* Requirement: Report each line of the data that has "displayUnits" somewhere in it.

* Stored entries:
________________________

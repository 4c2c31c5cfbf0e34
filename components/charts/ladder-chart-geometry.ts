/**
 * The ladder chart's numbers. Layout: clubs top to bottom in bag order (longest first) on every
 * screen width, carry along x. Why one orientation: the carry axis reads left to right like a
 * distance, club names stay horizontal and readable, the gap between two neighbours sits
 * between their rows, and the chart only grows in height with the number of clubs (14 at
 * most), which a phone scrolls easily. Pure: no React.
 */
import { scaleLinear } from 'd3-scale';
import { clubInfo } from '@/analysis/clubs';
import type { GapFlag, LadderRung, LoftStepFlag } from '@/analysis/ladder';
import { fromCanonical, type UnitSystem } from '@/analysis/units';
import { distanceUnit, formatNumber, formatSigned } from './chart-format';
import { isMultipleOf, stepForSpacing, ticksEvery } from './chart-ticks';
import type { GridLine, PlotBox } from './chart-types';

export type LadderChartInput = { rungs: readonly LadderRung[]; units: UnitSystem; widthPx: number };

export type LadderRow = {
  club: string;
  label: string;
  /** Row centre, px. */
  y: number;
  medianX: number;
  q1X: number;
  q3X: number;
  medianLabel: string;
  n: number;
};

export type LadderGap = {
  /** The two clubs, longer first. */
  from: string;
  to: string;
  /** Ends of the bracket (the two row centres) and the label's baseline, px. */
  y1: number;
  y2: number;
  labelY: number;
  /** "12 yd" or "5 yd · tight". */
  text: string;
  flag: GapFlag;
  /** "4° loft" or "8° loft · wide"; "clubs skipped" when the two are not neighbours (a club between was not hit); null otherwise. */
  loftText: string | null;
  /** The two clubs are neighbours (gaps are flagged only between neighbours). */
  neighbours: boolean;
  loftFlag: LoftStepFlag;
};

export type LadderGeometry = {
  widthPx: number;
  heightPx: number;
  plot: PlotBox;
  unit: 'yd' | 'm';
  domain: [number, number];
  /** x of the gap column's bracket. */
  gapColumnX: number;
  carryLines: GridLine[];
  rows: LadderRow[];
  gaps: LadderGap[];
};

export const LADDER_ROW_PX = 44;
export const LADDER_MARGIN = { top: 8, bottom: 36, labelColumn: 64, gapColumn: 112, right: 4 } as const;

/** The word that goes with a carry-gap flag, so a flag is never told by colour alone. */
export const GAP_FLAG_WORDS: Readonly<Record<Exclude<GapFlag, null>, string>> = {
  tight: 'tight',
  wide: 'wide',
  reversed: 'reversed',
};

/** The word that goes with a loft-step flag. */
export const LOFT_FLAG_WORDS: Readonly<Record<Exclude<LoftStepFlag, null>, string>> = {
  tight: 'tight',
  wide: 'wide',
};

/** The word for a carry-gap flag, or null for a gap that is fine. */
export function gapFlagWord(flag: GapFlag): string | null {
  return flag === null ? null : GAP_FLAG_WORDS[flag];
}

/**
 * A club's full name for a chart row: "Driver", "3 wood", "7 iron", "Pitching wedge", "56° wedge"
 * (an unknown code as written). O(1).
 * @example ladderClubLabel('PW') // => 'Pitching wedge'
 */
export function ladderClubLabel(code: string): string {
  return clubInfo(code)?.label ?? code;
}

/** Width per character of the 13 px row labels, a little over Inter's average (px). */
const LABEL_CHAR_PX = 7;

/** The label column: wide enough for the longest club name of the ladder (at least the margin's). */
function labelColumnPx(labels: readonly string[]): number {
  let chars = 0;
  for (const l of labels) chars = Math.max(chars, l.length);
  return Math.max(LADDER_MARGIN.labelColumn, Math.ceil(chars * LABEL_CHAR_PX) + 10);
}

/**
 * Everything the ladder draws, in px: per club a row with the q1–q3 bar and the median, and
 * between each pair of neighbours a bracket with the gap in display units and its flag word;
 * loft steps under it where known. Carry grid every 10 display units (coarser when too dense).
 * O(rungs).
 * @throws RangeError when widthPx is not a positive number
 * @example ladderChartGeometry({ rungs, units: 'metric', widthPx: 390 }).gaps[0].text // => '12 m'
 */
export function ladderChartGeometry(input: LadderChartInput): LadderGeometry {
  if (!(input.widthPx > 0) || !Number.isFinite(input.widthPx)) throw new RangeError('ladderChartGeometry needs a positive width');
  const unit = distanceUnit(input.units);
  const d = (m: number) => fromCanonical(m, unit, 'carry');
  const m = LADDER_MARGIN;
  const labels = input.rungs.map((r) => ladderClubLabel(r.club));
  const labelColumn = labelColumnPx(labels);
  const plot: PlotBox = {
    left: labelColumn,
    top: m.top,
    right: Math.max(labelColumn + 40, input.widthPx - m.gapColumn - m.right),
    bottom: m.top + Math.max(1, input.rungs.length) * LADDER_ROW_PX,
  };
  let lo = Infinity;
  let hi = -Infinity;
  for (const r of input.rungs) {
    lo = Math.min(lo, d(r.carryQ1M), d(r.carryMedianM));
    hi = Math.max(hi, d(r.carryQ3M), d(r.carryMedianM));
  }
  if (!(hi >= lo)) {
    lo = 0;
    hi = 100;
  }
  const pad = (hi - lo) * 0.05 + 5;
  const domain: [number, number] = [lo - pad, hi + pad];
  const x = scaleLinear().domain(domain).range([plot.left, plot.right]);
  const pxPerUnit = (plot.right - plot.left) / (domain[1] - domain[0]);
  const gridStep = stepForSpacing(pxPerUnit, 6);
  const labelStep = stepForSpacing(pxPerUnit, 32);
  const carryLines = ticksEvery(domain[0], domain[1], gridStep).map((v) => ({
    value: v,
    px: x(v),
    label: isMultipleOf(v, labelStep) ? formatNumber(v) : null,
  }));
  const rowY = (i: number) => plot.top + (i + 0.5) * LADDER_ROW_PX;
  const rows: LadderRow[] = input.rungs.map((r, i) => ({
    club: r.club,
    label: labels[i],
    y: rowY(i),
    medianX: x(d(r.carryMedianM)),
    q1X: x(d(r.carryQ1M)),
    q3X: x(d(r.carryQ3M)),
    medianLabel: formatNumber(d(r.carryMedianM)),
    n: r.n,
  }));
  const gaps: LadderGap[] = [];
  for (let i = 0; i + 1 < input.rungs.length; i++) {
    const r = input.rungs[i];
    if (r.gapToNextM === null) continue;
    const word = gapFlagWord(r.gapFlag);
    const gapText = `${formatNumber(d(r.gapToNextM))} ${unit}`;
    const loftWord = r.loftStepFlag === null ? null : LOFT_FLAG_WORDS[r.loftStepFlag];
    const neighbours = r.neighbourToNext !== false;
    const loftText = !neighbours
      ? 'clubs skipped'
      : r.loftStepToNextDeg === null
        ? null
        : `${formatSigned(r.loftStepToNextDeg, Number.isInteger(r.loftStepToNextDeg) ? 0 : 1)}° loft${loftWord ? ` · ${loftWord}` : ''}`;
    const boundary = plot.top + (i + 1) * LADDER_ROW_PX;
    gaps.push({
      from: r.club,
      to: input.rungs[i + 1].club,
      y1: rowY(i),
      y2: rowY(i + 1),
      labelY: loftText ? boundary - 1 : boundary + 4,
      text: word ? `${gapText} · ${word}` : gapText,
      flag: r.gapFlag,
      loftText,
      loftFlag: r.loftStepFlag,
      neighbours,
    });
  }
  return {
    widthPx: input.widthPx,
    heightPx: plot.bottom + m.bottom,
    plot,
    unit,
    domain,
    gapColumnX: plot.right + 10,
    carryLines,
    rows,
    gaps,
  };
}
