import { deleteBayFileQuestion, deleteRecipeQuestion } from '@/components/import/import-words';

describe('deleteBayFileQuestion', () => {
  it('deleteBayFileQuestion, many shots, names the file and the count', () => {
    expect(deleteBayFileQuestion('bay-1.csv', 47)).toBe('Delete bay-1.csv? Its 47 shots leave the analysis.');
  });

  it('deleteBayFileQuestion, one shot, agrees in number', () => {
    expect(deleteBayFileQuestion('bay-1.csv', 1)).toBe('Delete bay-1.csv? Its 1 shot leaves the analysis.');
  });

  it('deleteBayFileQuestion, no shots, does not speak of shots leaving', () => {
    expect(deleteBayFileQuestion('bay-1.csv', 0)).not.toMatch(/leave/);
  });
});

describe('deleteRecipeQuestion', () => {
  it('deleteRecipeQuestion, a name, quotes it and says stored files keep their mapping', () => {
    expect(deleteRecipeQuestion('Bay 2 export')).toBe('Delete the recipe "Bay 2 export"? Bay files already imported with it keep their mapping.');
  });
});
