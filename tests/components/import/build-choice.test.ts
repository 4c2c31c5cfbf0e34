import { buildAssignmentSchema } from '@/server/schemas';
import { buildAssignmentFor, clubsOfGroups, INITIAL_BUILD_CHOICE } from '@/components/import/build-choice';

describe('buildAssignmentFor', () => {
  it('buildAssignmentFor, column mode without a fallback, is the plain column mode', () => {
    expect(buildAssignmentFor(INITIAL_BUILD_CHOICE)).toEqual({ mode: 'column' });
  });

  it('buildAssignmentFor, column mode with a fallback, trims it', () => {
    expect(buildAssignmentFor({ ...INITIAL_BUILD_CHOICE, fallback: '  Own club ' })).toEqual({ mode: 'column', fallback: 'Own club' });
  });

  it('buildAssignmentFor, file mode without a name, is null (incomplete)', () => {
    expect(buildAssignmentFor({ ...INITIAL_BUILD_CHOICE, mode: 'file', fileBuild: '   ' })).toBeNull();
  });

  it('buildAssignmentFor, per club, leaves blank clubs out', () => {
    const out = buildAssignmentFor({ ...INITIAL_BUILD_CHOICE, mode: 'club', byClub: { DR: 'Head A', '7I': ' ' } });
    expect(out).toEqual({ mode: 'club', byClub: { DR: 'Head A' } });
  });

  it('buildAssignmentFor, a very long name, is cut to what the server schema accepts', () => {
    const out = buildAssignmentFor({ ...INITIAL_BUILD_CHOICE, mode: 'file', fileBuild: 'x'.repeat(200) });
    expect(buildAssignmentSchema.safeParse(out).success).toBe(true);
  });
});

describe('clubsOfGroups', () => {
  it('clubsOfGroups, groups in file order, lists each club once in bag order (driver first, wedges last)', () => {
    // Bag order: longest club first — common practice, no source.
    const groups = [{ club: 'PW' }, { club: '7I' }, { club: 'DR' }, { club: '7I' }, { club: '3W' }];
    expect(clubsOfGroups(groups)).toEqual(['DR', '3W', '7I', 'PW']);
  });
});
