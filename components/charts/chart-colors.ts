import { colors } from '@/components/theme';

/**
 * Chart colours. Builds take the colour-blind-safe qualitative palette of Okabe & Ito
 * ("Color Universal Design", 2008) in this order: blue, vermillion, bluish green (the first
 * three keep at least 3:1 contrast on the paper and surface colours, WCAG 2.1 SC 1.4.11), then
 * reddish purple, orange and sky blue. Marker shapes differ per build too, so a build is never
 * told by colour alone. Everything else comes from components/theme.ts.
 */
export const BUILD_COLORS = ['#0072B2', '#D55E00', '#009E73', '#CC79A7', '#E69F00', '#56B4E9'] as const;

/** The colour of the build at `index` in a chart's build order (cycles after six). */
export function buildColor(index: number): string {
  return BUILD_COLORS[((index % BUILD_COLORS.length) + BUILD_COLORS.length) % BUILD_COLORS.length];
}

export const chartColors = {
  background: colors.surface,
  grid: colors.border,
  axisText: colors.textMuted,
  text: colors.text,
  targetLine: colors.ink,
  caution: colors.caution,
  cautionSoft: colors.cautionSoft,
  /** A difference whose 95% interval excludes zero. */
  clear: colors.ink,
  /** A difference not yet clear (interval spans zero). */
  unclear: colors.textMuted,
  /** The launch window's fill and edge. */
  window: colors.success,
  windowSoft: colors.successSoft,
  best: colors.accent,
  points: colors.ink,
  selection: colors.ink,
} as const;

/** Opacity of a dropped shot's marker. */
export const DROPPED_OPACITY = 0.3;
/** Fill opacity of a descriptive oval. */
export const OVAL_FILL_OPACITY = 0.12;
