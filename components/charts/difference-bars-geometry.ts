/**
 * The head-to-head forest plot's numbers: per field the difference A − B and its 95% confidence
 * interval as a horizontal bar around zero, the field's margin as a band (inside it the builds
 * are equivalent), and the verdict the analysis gave (one rule everywhere: equivalent, clear,
 * not yet clear). Spread rows show the difference of the builds' mean distance from their
 * median (the Brown–Forsythe quantities) the same way. Fields have different units, so each row
 * has its own scale, symmetric about zero, so that zero lies on one vertical line for every
 * row. Each row is three lines — name and verdict, the numbers, the bar — so nothing overprints
 * on a phone. Pure: no React.
 */
import { scaleLinear } from 'd3-scale';
import { FIELD_LABELS, type ShotField } from '@/analysis/fields';
import { VERDICT_WORDS, type HeadToHead, type Verdict } from '@/analysis/head-to-head';
import { displayUnits, findUnit, fromCanonical, type UnitSystem } from '@/analysis/units';
import { formatNumber, formatSigned } from './chart-format';
import type { PlotBox } from './chart-types';

export type DifferenceBarsInput = {
  headToHead: Pick<HeadToHead, 'fields'> & Partial<Pick<HeadToHead, 'spread'>>;
  /** The fields whose means to show, in order; fields the comparison lacks are left out. */
  fields: readonly ShotField[];
  /** The fields whose spread to show after them (default none). */
  spreadFields?: readonly ShotField[];
  units: UnitSystem;
  widthPx: number;
};

export type DifferenceRow = {
  kind: 'mean' | 'spread';
  field: ShotField;
  label: string;
  /** Display unit as written after a number ('yd', 'mph', '°', 'rpm', ''). */
  unitLabel: string;
  /** Display units. */
  diff: number;
  ciLow: number;
  ciHigh: number;
  margin: number;
  /** Half the row's scale (the scale runs −half … +half), display units. */
  halfRange: number;
  /** The analysis's verdict, and it in words ("equivalent", "clear", "not yet clear"). */
  verdict: Verdict;
  verdictText: string;
  /** "+4.2 yd (95%: +1.1 to +7.3)"; for spread "sd 6.5 vs 4.0 yd · ratio 1.64". */
  valueText: string;
  rangeLabels: [string, string];
  /** Row top, the name line's baseline, the numbers line's baseline and the bar's centre, px. */
  top: number;
  labelY: number;
  valueY: number;
  barY: number;
  diffX: number;
  lowX: number;
  highX: number;
  marginLowX: number;
  marginHighX: number;
};

export type DifferenceBarsGeometry = {
  widthPx: number;
  heightPx: number;
  plot: PlotBox;
  zeroX: number;
  rows: DifferenceRow[];
};

export const DIFFERENCE_ROW_PX = 84;
export const DIFFERENCE_MARGIN = { top: 28, bottom: 8, left: 8, right: 8 } as const;

/** Decimals a field's difference is written with, in its display unit. */
export function differenceDecimals(field: ShotField): number {
  if (field === 'spinRate' || field === 'backSpin' || field === 'sideSpin') return 0;
  if (field === 'smashFactor') return 3;
  if (field === 'flightTime') return 2;
  return 1;
}

/**
 * The smallest of 1, 2, 2.5, 5 × 10^k at or above `value` (for a row's scale end). O(1).
 * @example niceCeil(7.3) // => 10
 */
export function niceCeil(value: number): number {
  if (!(value > 0) || !Number.isFinite(value)) return 1;
  const p = 10 ** Math.floor(Math.log10(value));
  for (const s of [1, 2, 2.5, 5, 10]) if (s * p >= value * (1 - 1e-12)) return s * p;
  return 10 * p;
}

type Interval = { diff: number; ci95: [number, number]; margin: number; verdict: Verdict };

/**
 * Everything the forest plot draws, in px: per field (in the given order, those the comparison
 * has) the difference, its 95% interval and its margin in the user's units, on a row scale
 * running from −h to +h with h = niceCeil(1.1 × the largest |end| or margin), zero in the
 * middle of every row; then the spread rows asked for. The verdict is the analysis's, never
 * worked out again here. O(fields).
 * @throws RangeError when widthPx is not a positive number
 * @example differenceBarsGeometry({ headToHead, fields: ['carry'], units: 'imperial', widthPx: 390 }).rows[0].valueText
 */
export function differenceBarsGeometry(input: DifferenceBarsInput): DifferenceBarsGeometry {
  if (!(input.widthPx > 0) || !Number.isFinite(input.widthPx)) throw new RangeError('differenceBarsGeometry needs a positive width');
  const m = DIFFERENCE_MARGIN;
  const units = displayUnits(input.units);
  const wanted: { kind: 'mean' | 'spread'; field: ShotField; c: Interval; sds?: [number, number]; ratio?: number }[] = [];
  for (const field of input.fields) {
    const c = input.headToHead.fields[field];
    if (c) wanted.push({ kind: 'mean', field, c });
  }
  for (const field of input.spreadFields ?? []) {
    const s = input.headToHead.spread?.fields[field];
    if (s) wanted.push({ kind: 'spread', field, c: s, sds: [s.sdA, s.sdB], ratio: s.ratio });
  }
  const plot: PlotBox = {
    left: m.left,
    top: m.top,
    right: Math.max(m.left + 40, input.widthPx - m.right),
    bottom: m.top + wanted.length * DIFFERENCE_ROW_PX,
  };
  const zeroX = (plot.left + plot.right) / 2;
  const rows = wanted.map(({ kind, field, c, sds, ratio }, i): DifferenceRow => {
    const unit = units[field];
    const unitLabel = findUnit(unit)?.label ?? unit;
    const toUnit = (v: number) => (field === 'smashFactor' ? v : fromCanonical(v, unit, field));
    const diff = toUnit(c.diff);
    const ciLow = toUnit(Math.min(c.ci95[0], c.ci95[1]));
    const ciHigh = toUnit(Math.max(c.ci95[0], c.ci95[1]));
    const margin = toUnit(c.margin);
    const halfRange = niceCeil(1.1 * Math.max(Math.abs(ciLow), Math.abs(ciHigh), Math.abs(diff), margin));
    const x = scaleLinear().domain([-halfRange, halfRange]).range([plot.left, plot.right]);
    // An interval clear of zero never reads as touching zero: up to two more decimals if needed.
    let dp = differenceDecimals(field);
    const clear = ciLow > 0 || ciHigh < 0;
    const roundsToZero = (v: number, d: number) => Number(Math.abs(v).toFixed(d)) === 0;
    for (let extra = 0; clear && extra < 2 && (roundsToZero(ciLow, dp) || roundsToZero(ciHigh, dp)); extra++) dp++;
    const withUnit = (text: string) => (unitLabel === '' ? text : unitLabel === '°' ? `${text}°` : `${text} ${unitLabel}`);
    const top = plot.top + i * DIFFERENCE_ROW_PX;
    const rangeText = formatNumber(halfRange, halfRange < 1 ? 3 : halfRange % 1 === 0 ? 0 : 1);
    const valueText =
      kind === 'mean'
        ? `${withUnit(formatSigned(diff, dp))} (95%: ${formatSigned(ciLow, dp)} to ${formatSigned(ciHigh, dp)})`
        : `sd ${formatNumber(toUnit(sds![0]), dp)} vs ${withUnit(formatNumber(toUnit(sds![1]), dp))} · ratio ${ratio!.toFixed(2)}`;
    return {
      kind,
      field,
      label: kind === 'mean' ? FIELD_LABELS[field] : field === 'offline' ? 'Left–right spread' : `${FIELD_LABELS[field]} spread`,
      unitLabel,
      diff,
      ciLow,
      ciHigh,
      margin,
      halfRange,
      verdict: c.verdict,
      verdictText: VERDICT_WORDS[c.verdict],
      valueText,
      rangeLabels: [withUnit(`\u2212${rangeText}`), withUnit(`+${rangeText}`)],
      top,
      labelY: top + 17,
      valueY: top + 34,
      barY: top + 52,
      diffX: x(diff),
      lowX: x(ciLow),
      highX: x(ciHigh),
      marginLowX: x(-margin),
      marginHighX: x(margin),
    };
  });
  return { widthPx: input.widthPx, heightPx: plot.bottom + m.bottom, plot, zeroX, rows };
}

________________________

* Task result:
import { displayUnits, findUnit, fromCanonical, type UnitSystem } from '@/analysis/units';
  const units = displayUnits(input.units);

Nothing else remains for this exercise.